DATA FOR REVIEW Start Marker
// Time per instruction at a step clock: each class's step counts (flow/cycleCounts.ts) times
// the step period. The clock is the planned one (`clock_khz` on the machine line) when the
// table gives it, else the fastest safe clock the step timing allows (budget.ts), and the rows
// say which. Used by the `budget` command.
//
// Deliberately not here: counting steps (flow/) or the longest path of a step (budget.ts).
import { type ClassCycles, cycleCountsOf, cyclesSummary } from '../flow/cycleCounts';
import type { Machine } from '../model/types';
import { budgetOf } from './budget';

export interface InstructionTimeRow {
  className: string;
  minSteps?: number;
  maxSteps?: number;
  minNs?: number;
  maxNs?: number;
  /** The class's counts in words (`4–8 steps (BEQ..BGEU: 4 not taken, 8 taken)`). */
  detail: string;
}

export interface InstructionTimes {
  /** The step clock the times are at, in kHz, and where it comes from; undefined when neither is known. */
  clockKhz?: number;
  clockFrom?: 'planned' | 'fastest safe';
  periodNs?: number;
  rows: InstructionTimeRow[];
}

export function instructionTimes(machine: Machine): InstructionTimes {
  const budget = budgetOf(machine);
  const clockKhz = budget.plannedKhz ?? budget.maxClockKhz;
  const clockFrom = budget.plannedKhz !== undefined ? 'planned' : budget.maxClockKhz !== undefined ? 'fastest safe' : undefined;
  const periodNs = clockKhz !== undefined && clockKhz > 0 ? 1e6 / clockKhz : undefined;
  const rows = cycleCountsOf(machine).map((c: ClassCycles) => ({
    className: c.className,
    minSteps: c.min,
    // A loop leaves the most open: it is n more steps, n from the datapath (the detail says which steps repeat).
    maxSteps: c.loops ? undefined : c.max,
    minNs: c.min !== undefined && periodNs !== undefined ? c.min * periodNs : undefined,
    maxNs: !c.loops && c.max !== undefined && periodNs !== undefined ? c.max * periodNs : undefined,
    detail: cyclesSummary(c),
  }));
  return { clockKhz, clockFrom, periodNs, rows };
}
DATA FOR REVIEW End Marker
Quote, with nothing altered, all lines from the start of the entries to the line that carries "a step (budget.ts).", inclusive.

TASK RESULT |
// Time per instruction at a step clock: each class's step counts (flow/cycleCounts.ts) times
// the step period. The clock is the planned one (`clock_khz` on the machine line) when the
// table gives it, else the fastest safe clock the step timing allows (budget.ts), and the rows
// say which. Used by the `budget` command.
//
// Deliberately not here: counting steps (flow/) or the longest path of a step (budget.ts).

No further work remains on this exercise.